The basic estimation equation is illustrated as:
$yit=αi+δit+βxit+γ'zit+ɛit,$
(1)
where $yit$ denotes the dependent variable, which can be the inequality measure in country i and year t, and $xit$ denotes the financialization or financial development variables.

$zit$ denotes a set of control variables: tertiary school enrollment ratio,10 trade openness,11 and share of information and communication technology (ICT) capital compensation in the total capital compensation.12 These variables represent the traditional factors of the insufficient supply of high-skilled workers (Goldin and Katz 2009), globalization (Dreher and Gaston 2008), and skill-biased technological change (Bekman, Bound, and Machin 1998). These are regarded as leading to the increase in inequality in the literature. In accordance with the cointegration test of Pedroni (1999), the number of control variables is restricted in this study.

$αi$ is the country fixed effect, and $δit$ is a country-specific linear trend that controls for country-specific time-invariant factors, such as geography, culture, ethnic diversity, initial wealth distribution, and country-specific linear trend of inequality.13$β$ is the effect of financialization or financial development on the dependent variable, and $ɛit$ is an error term that is stationary if cointegration is present.

The process of empirical estimation can be divided into three steps, namely, panel unit root test (PURT), panel cointegration test, and group-mean fully modified ordinary least squares (group-mean FMOLS).

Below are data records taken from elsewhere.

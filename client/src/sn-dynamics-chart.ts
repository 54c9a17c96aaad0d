import { LitElement, css, html, nothing, svg } from 'lit';
import { formatNumber } from './units.js';
import { linearScale, niceTicks } from './chart-scale.js';
import { chartStyles } from './shared-styles.js';

const PW = 680; // px, viewBox width
const PH = 240; // px, viewBox height
const ML = 62; // px, room for the value ticks and the rotated axis label
const MR = 14;
const MT = 22;
const MB = 32;

/** A line through points, in the chart's own numbers (display units). */
export interface ChartSeries { x: readonly number[]; y: readonly number[]; color: string; label: string; dash?: string; width?: number; key?: string }
/** A horizontal line across the chart (a natural frequency). */
export interface ChartLine { y: number; label: string; color: string; key?: string }
/** A shaded vertical band (the running range, its margin). */
export interface ChartBand { x0: number; x1: number; color: string; opacity: number; label: string; key?: string }
/** A marked point (a crossing, a peak); `fail` draws it as a failing check. */
export interface ChartMark { x: number; y: number; label: string; fail?: boolean; key?: string }

/**
 * A small x–y chart of the dynamics results: shaded vertical bands under
 * everything, horizontal lines, lines through points, and marked points with
 * their labels. Numbers come in the units the axis labels name (the parent
 * converts from SI). No pointer reading: the tables beside each chart hold the numbers.
 */
export class SnDynamicsChart extends LitElement {
  static override styles = [chartStyles, css`
    .lbl { font-size: 11px; paint-order: stroke; stroke: #fff; stroke-width: 3px; }
    .legend { font-size: 11px; fill: #4a5258; }
  `];

  static override properties = {
    label: { type: String },
    xLabel: { type: String },
    yLabel: { type: String },
    xMin: { type: Number },
    xMax: { type: Number },
    yMin: { type: Number },
    yMax: { type: Number },
    series: { attribute: false },
    lines: { attribute: false },
    bands: { attribute: false },
    marks: { attribute: false },
  };

  declare label: string;
  declare xLabel: string;
  declare yLabel: string;
  declare xMin: number;
  declare xMax: number;
  declare yMin: number;
  declare yMax: number;
  declare series: readonly ChartSeries[];
  declare lines: readonly ChartLine[];
  declare bands: readonly ChartBand[];
  declare marks: readonly ChartMark[];

  constructor() {
    super();
    this.label = '';
    this.xLabel = '';
    this.yLabel = '';
    this.xMin = 0;
    this.xMax = 1;
    this.yMin = 0;
    this.yMax = 1;
    this.series = [];
    this.lines = [];
    this.bands = [];
    this.marks = [];
  }

  override render() {
    const X = linearScale(this.xMin, this.xMax, ML, PW - MR);
    const Y = linearScale(this.yMin, this.yMax, PH - MB, MT);
    const clipX = (x: number) => Math.min(PW - MR, Math.max(ML, X(x)));
    const xt = niceTicks(this.xMin, this.xMax, 8);
    const yt = niceTicks(this.yMin, this.yMax, 5);
    const legend = this.series.filter((s) => s.label);
    return html`<svg viewBox="0 0 ${PW} ${PH}" role="img" aria-label=${this.label}>
      <text class="title" x=${ML} y="14">${this.label}</text>
      ${this.bands.map(
        (b) => svg`<rect class="band" data-key=${b.key ?? ''} x=${clipX(b.x0)} width=${Math.max(0, clipX(b.x1) - clipX(b.x0))} y=${MT} height=${PH - MT - MB}
          fill=${b.color} fill-opacity=${b.opacity}><title>${b.label}</title></rect>`,
      )}
      ${yt.map((t) => svg`<line x1=${ML} x2=${PW - MR} y1=${Y(t)} y2=${Y(t)} stroke="#e4e0d8"/>
        <text class="tick" x=${ML - 5} y=${Y(t) + 3} text-anchor="end">${formatNumber(t, 4)}</text>`)}
      ${xt.map((t) => svg`<text class="tick" x=${X(t)} y=${PH - MB + 13} text-anchor="middle">${formatNumber(t, 4)}</text>`)}
      <text class="tick" x=${PW - MR} y=${PH - 4} text-anchor="end">${this.xLabel}</text>
      <text class="tick" transform="rotate(-90)" x=${-(MT + (PH - MT - MB) / 2)} y="11" text-anchor="middle">${this.yLabel}</text>
      <line x1=${ML} x2=${PW - MR} y1=${PH - MB} y2=${PH - MB} stroke="#6b665e"/>
      <line x1=${ML} x2=${ML} y1=${MT} y2=${PH - MB} stroke="#6b665e"/>
      ${this.lines.map(
        (l) => svg`<g class="hline" data-key=${l.key ?? ''} data-y=${l.y}>
          <line x1=${ML} x2=${PW - MR} y1=${Y(l.y)} y2=${Y(l.y)} stroke=${l.color} stroke-width="1.4"/>
          <text class="lbl" x=${PW - MR - 2} y=${Y(l.y) - 3} text-anchor="end" fill=${l.color}>${l.label}</text>
        </g>`,
      )}
      ${this.series.map(
        (s) => svg`<polyline class="series" data-key=${s.key ?? ''} fill="none" stroke=${s.color} stroke-width=${s.width ?? 1.6}
          stroke-dasharray=${s.dash ?? 'none'} stroke-linejoin="round"
          points=${s.x.map((x, i) => `${X(x).toFixed(2)},${Y(s.y[i]).toFixed(2)}`).join(' ')}><title>${s.label}</title></polyline>`,
      )}
      ${this.marks.map((m) => {
        const x = X(m.x);
        const y = Y(m.y);
        const right = x < PW * 0.7;
        return svg`<g class="mark ${m.fail ? 'fail' : ''}" data-key=${m.key ?? ''} data-x=${m.x} data-y=${m.y}>
          ${m.fail
            ? svg`<path d="M${x} ${y - 6} l6 6 l-6 6 l-6 -6 Z" fill="#b3261e" stroke="#8c1d18" stroke-width="1.2"/>`
            : svg`<circle cx=${x} cy=${y} r="4" fill="#fff" stroke="#1d3a4a" stroke-width="1.6"/>`}
          ${m.label ? svg`<text class="lbl" x=${right ? x + 8 : x - 8} y=${y < MT + 12 ? y + 14 : y - 6} text-anchor=${right ? 'start' : 'end'}
            fill=${m.fail ? '#8c1d18' : '#1d3a4a'}>${m.label}</text>` : nothing}
        </g>`;
      })}
      ${legend.map(
        (s, i) => svg`<g class="legend-item"><line x1=${ML + 8 + i * 120} x2=${ML + 28 + i * 120} y1=${PH - 6} y2=${PH - 6} stroke=${s.color} stroke-width="2"
          stroke-dasharray=${s.dash ?? 'none'}/><text class="legend" x=${ML + 32 + i * 120} y=${PH - 2}>${s.label}</text></g>`,
      )}
    </svg>`;
  }
}

customElements.define('sn-dynamics-chart', SnDynamicsChart);

declare global {
  interface HTMLElementTagNameMap {
    'sn-dynamics-chart': SnDynamicsChart;
  }
}
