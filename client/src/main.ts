/** Entry point: registers the elements; index.html places <sn-app>. */
import './sn-app.js';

In the first step, we check whether the variables are stationary or non-stationary. If they are stationary, then their means and variations are stable or do not change over time. Thus, we can adopt conventional OLS or panel estimations. If they are non-stationary, then we can opt for the panel cointegration approach. We conduct two widely used PURT, namely, the Im, Pesaran, and Shin (IPS) (2003) and Pesaran (2007) tests. The null hypotheses of these tests are that the time series of all countries for tested variables is non-stationary, and the rejection of the null hypotheses means that the time series are stationary at least in one country. The Pesaran (2007) test is a robust test because it does not assume cross-sectional independence of error term, although the test has lower empirical power than the IPS test if the cross-sectional independence of the error term holds (Pesaran 2007).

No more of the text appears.